Task description: Print word for word the first line of the records below and every following line through the one containing "from simulator.plc import Plc"; print nothing else.

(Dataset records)
───
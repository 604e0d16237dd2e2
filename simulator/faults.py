"""Faults that can be switched while the plant runs: on the wire, in the PLC and in the field.

Each entry of ``FAULTS`` is one fault with its usage; the panel's ``fault`` and ``help`` come from it.
"""

from collections.abc import Callable, Sequence
from dataclasses import dataclass, field
from enum import Enum

from simulator.loop import Loop
from simulator.plc import Plc
from simulator.transmitter import TransmitterFault
from simulator.valve import ValveFault

ENDLESS = -1
"""As a count: until the faults are cleared."""


class BadFault(ValueError):
    """A fault that doesn't exist or can't be read; the text says what to write instead."""


class Quality(Enum):
    """What the OPC UA server can be made to say of a tag."""

    GOOD = "good"
    BAD = "bad"
    UNCERTAIN = "uncertain"
    FORCED = "forced"
    CLAMPED = "clamped"


@dataclass(slots=True)
class WireFaults:
    """What the servers do to requests and answers.  Counts go down with each use; ``ENDLESS`` doesn't.

    A dropped request is never executed; a dropped or half answer was.  ``request_delay_s`` holds requests
    back before they are executed, ``answer_delay_s`` holds answers back afterwards, both in order.

    Over OPC UA delays and drops strike reads and writes; after a dropped one its connection is silent, as behind
    a dead cable, until the client leaves it.  Half answers, exceptions and refused addresses are Modbus only.
    What is named by ``LOOP.TAG``, and all below it, is OPC UA only.
    """

    drop_requests: int = 0
    drop_answers: int = 0
    half_answers: int = 0
    request_delay_s: float = 0.0
    answer_delay_s: float = 0.0
    exceptions: int = 0
    exception_code: int = 4
    exception_function: int | None = None
    refused_addresses: set[int] = field(default_factory=set)
    close_requests: int = 0
    """How often all connections were asked to close; the servers follow this number."""
    tag_qualities: dict[str, Quality] = field(default_factory=dict)
    refused_tags: set[str] = field(default_factory=set)
    mistyped_tags: set[str] = field(default_factory=set)
    are_stamps_frozen: bool = False
    are_stamped_writes_refused: bool = False
    channel_lifetime_s: float = 0.0
    """Longest life of a secure channel's keys that is granted; 0 grants what the client asks for."""
    session_closings: int = 0
    """How often all sessions were asked to close; the server follows this number."""
    server_restarts: int = 0
    """How often the server was asked to restart; it follows this number."""
    restart_pause_s: float = 1.0

    def spend(self, name: str) -> bool:
        """Whether the fault ``name`` strikes now; counts it."""
        left: int = getattr(self, name)
        if left > 0:
            setattr(self, name, left - 1)
        return left != 0

    def clear(self) -> None:
        """Back to a healthy wire."""
        healthy = WireFaults(
            close_requests=self.close_requests,
            session_closings=self.session_closings,
            server_restarts=self.server_restarts,
        )
        for name in self.__slots__:
            setattr(self, name, getattr(healthy, name))


@dataclass(frozen=True, slots=True)
class Fault:
    """How a fault is written after ``fault NAME``, what it does, and the code that does it."""

    usage: str
    meaning: str
    strike: Callable[[WireFaults, Plc, Sequence[str]], None]


def strike(wire: WireFaults, plc: Plc, words: Sequence[str]) -> None:
    """Switch on the fault given as ``NAME ARGUMENTS``.  Raises ``BadFault`` with the usage."""
    if not words or words[0] not in FAULTS:
        raise BadFault(f"no such fault; known: {', '.join(FAULTS)}")
    fault = FAULTS[words[0]]
    try:
        fault.strike(wire, plc, words[1:])
    except (IndexError, KeyError, ValueError) as reason:
        usage = f"fault {words[0]} {fault.usage}".rstrip()
        detail = _complaint(reason)
        raise BadFault(f"{detail}; write: {usage}") from reason


def clear_all(wire: WireFaults, plc: Plc) -> None:
    """A healthy wire, a PLC in run and healthy field devices; disturbances of the process stay."""
    wire.clear()
    plc.is_in_stop = False
    for loop in plc.loops.values():
        loop.transmitter.fault = TransmitterFault.NONE
        loop.valve.fault = ValveFault.NONE


def _complaint(reason: Exception) -> str:
    if isinstance(reason, KeyError):
        return f"no loop {reason}"
    return "something is missing" if isinstance(reason, IndexError) else str(reason)


def _counted(name: str) -> Callable[[WireFaults, Plc, Sequence[str]], None]:
    def set_count(wire: WireFaults, _plc: Plc, words: Sequence[str]) -> None:
        setattr(wire, name, int(words[0]) if words else ENDLESS)

    return set_count


def _delay(name: str) -> Callable[[WireFaults, Plc, Sequence[str]], None]:
    def set_delay(wire: WireFaults, _plc: Plc, words: Sequence[str]) -> None:
        delay_s = float(words[0])
        if not 0.0 <= delay_s <= 3600.0:
            raise ValueError("a delay lies between 0 and 3600 s")
        setattr(wire, name, delay_s)

    return set_delay


def _answer_exceptions(wire: WireFaults, _plc: Plc, words: Sequence[str]) -> None:
    code = int(words[0])
    if not 1 <= code <= 255:
        raise ValueError("an exception code lies between 1 and 255")
    wire.exception_code = code
    wire.exception_function = int(words[1]) if len(words) > 1 else None
    wire.exceptions = ENDLESS


def _refuse_writes(wire: WireFaults, _plc: Plc, words: Sequence[str]) -> None:
    wire.refused_addresses.add(int(words[0]))


def _close_connections(wire: WireFaults, _plc: Plc, _words: Sequence[str]) -> None:
    wire.close_requests += 1


def _stop_plc(_wire: WireFaults, plc: Plc, _words: Sequence[str]) -> None:
    plc.is_in_stop = True


def _run_plc(_wire: WireFaults, plc: Plc, _words: Sequence[str]) -> None:
    plc.is_in_stop = False


def _restart_plc(wire: WireFaults, plc: Plc, words: Sequence[str]) -> None:
    if words and words[0] not in ("warm", "cold"):
        raise ValueError(f"no start is called {words[0]}")
    plc.restart(is_cold=words[:1] == ["cold"])
    wire.close_requests += 1


def _fail_transmitter(_wire: WireFaults, plc: Plc, words: Sequence[str]) -> None:
    plc.loops[words[0]].transmitter.fault = TransmitterFault(words[1])


def _fail_valve(_wire: WireFaults, plc: Plc, words: Sequence[str]) -> None:
    plc.loops[words[0]].valve.fault = ValveFault(words[1])


def _step_load(_wire: WireFaults, plc: Plc, words: Sequence[str]) -> None:
    loop, step_pct = plc.loops[words[0]], float(words[1])
    loop.process.add_load_step(_now_s(plc, loop), step_pct)


def _swing_load(_wire: WireFaults, plc: Plc, words: Sequence[str]) -> None:
    loop, amplitude_pct, period_s = plc.loops[words[0]], float(words[1]), float(words[2])
    if not period_s > 0.0:
        raise ValueError("a period must be positive")
    loop.process.set_load_sine(_now_s(plc, loop), amplitude_pct, period_s)


def _drift_output(_wire: WireFaults, plc: Plc, words: Sequence[str]) -> None:
    plc.loops[words[0]].process.set_output_drift(float(words[1]))


def _tag(plc: Plc, words: Sequence[str]) -> str:
    loop, tag = words[0], words[1]
    if tag not in plc.loops[loop].readings() and tag not in ("plc_clock_ms", "boot_count"):
        raise ValueError(f"{loop} has no tag {tag}")
    return f"{loop}.{tag}"


def _colour_tag(wire: WireFaults, plc: Plc, words: Sequence[str]) -> None:
    wire.tag_qualities[_tag(plc, words)] = Quality(words[2])


def _refuse_tag(wire: WireFaults, plc: Plc, words: Sequence[str]) -> None:
    wire.refused_tags.add(_tag(plc, words))


def _mistype_tag(wire: WireFaults, plc: Plc, words: Sequence[str]) -> None:
    wire.mistyped_tags.add(_tag(plc, words))


def _freeze_stamps(wire: WireFaults, _plc: Plc, _words: Sequence[str]) -> None:
    wire.are_stamps_frozen = True


def _refuse_stamped_writes(wire: WireFaults, _plc: Plc, _words: Sequence[str]) -> None:
    wire.are_stamped_writes_refused = True


def _close_sessions(wire: WireFaults, _plc: Plc, _words: Sequence[str]) -> None:
    wire.session_closings += 1


def _restart_server(wire: WireFaults, _plc: Plc, words: Sequence[str]) -> None:
    if words:
        _delay("restart_pause_s")(wire, _plc, words)
    wire.server_restarts += 1


def _now_s(plc: Plc, loop: Loop) -> float:
    return max(plc.t_s, loop.process.t_s)


FAULTS: dict[str, Fault] = {
    "drop-requests": Fault("[COUNT]", "requests vanish before they are executed", _counted("drop_requests")),
    "drop-answers": Fault("[COUNT]", "requests are executed and their answers vanish", _counted("drop_answers")),
    "half-frame": Fault("[COUNT]", "only the first half of an answer is sent", _counted("half_answers")),
    "delay-requests": Fault("SECONDS", "requests are executed late", _delay("request_delay_s")),
    "delay-answers": Fault("SECONDS", "answers are sent late", _delay("answer_delay_s")),
    "exception": Fault("CODE [FUNCTION]", "requests are answered by an exception", _answer_exceptions),
    "refuse-writes": Fault("ADDRESS", "writes that touch this register are refused (exception 2)", _refuse_writes),
    "close-connections": Fault("", "all connections are reset, once", _close_connections),
    "plc-stop": Fault("", "the PLC goes to stop: no scans, registers frozen, socket alive", _stop_plc),
    "plc-run": Fault("", "the PLC goes to run", _run_plc),
    "restart": Fault(
        "[warm|cold]",
        "the PLC restarts, once: connections reset, clock from 0, boot_count + 1; cold: blocks begin as engineered",
        _restart_plc,
    ),
    "transmitter": Fault("LOOP none|stuck|nan|high|low", "a transmitter fails", _fail_transmitter),
    "valve": Fault("LOOP none|stuck", "a valve sticks", _fail_valve),
    "load-step": Fault("LOOP PERCENT", "a step is added to the process input, for good", _step_load),
    "load-sine": Fault("LOOP PERCENT PERIOD_S", "a sine is added to the process input", _swing_load),
    "quality": Fault("LOOP TAG good|bad|uncertain|forced|clamped", "OPC UA: a tag's status", _colour_tag),
    "refuse-tag": Fault("LOOP TAG", "OPC UA: writes of this tag are refused (BadNotWritable)", _refuse_tag),
    "wrong-type": Fault("LOOP TAG", "OPC UA: the tag's value is of another type than declared", _mistype_tag),
    "freeze-stamps": Fault("", "OPC UA: source timestamps stand still while values go on", _freeze_stamps),
    "refuse-stamped-writes": Fault("", "OPC UA: writes with a timestamp are refused", _refuse_stamped_writes),
    "channel-lifetime": Fault(
        "SECONDS", "OPC UA: new channels' keys live so long at most", _delay("channel_lifetime_s")
    ),
    "close-sessions": Fault("", "OPC UA: all sessions are closed, once; connections stay", _close_sessions),
    "restart-server": Fault("[SECONDS]", "OPC UA: the server goes away for so long, once", _restart_server),
    "drift": Fault("LOOP PERCENT_PER_S", "the process output drifts at this slope", _drift_output),
}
───
Result of this task:
repository 604e0d16237dd2e2
filename simulator/faults.py
"""Faults that can be switched while the plant runs: on the wire, in the PLC and in the field.

Each entry of ``FAULTS`` is one fault with its usage; the panel's ``fault`` and ``help`` come from it.
"""

from collections.abc import Callable, Sequence
from dataclasses import dataclass, field
from enum import Enum

from simulator.loop import Loop
from simulator.plc import Plc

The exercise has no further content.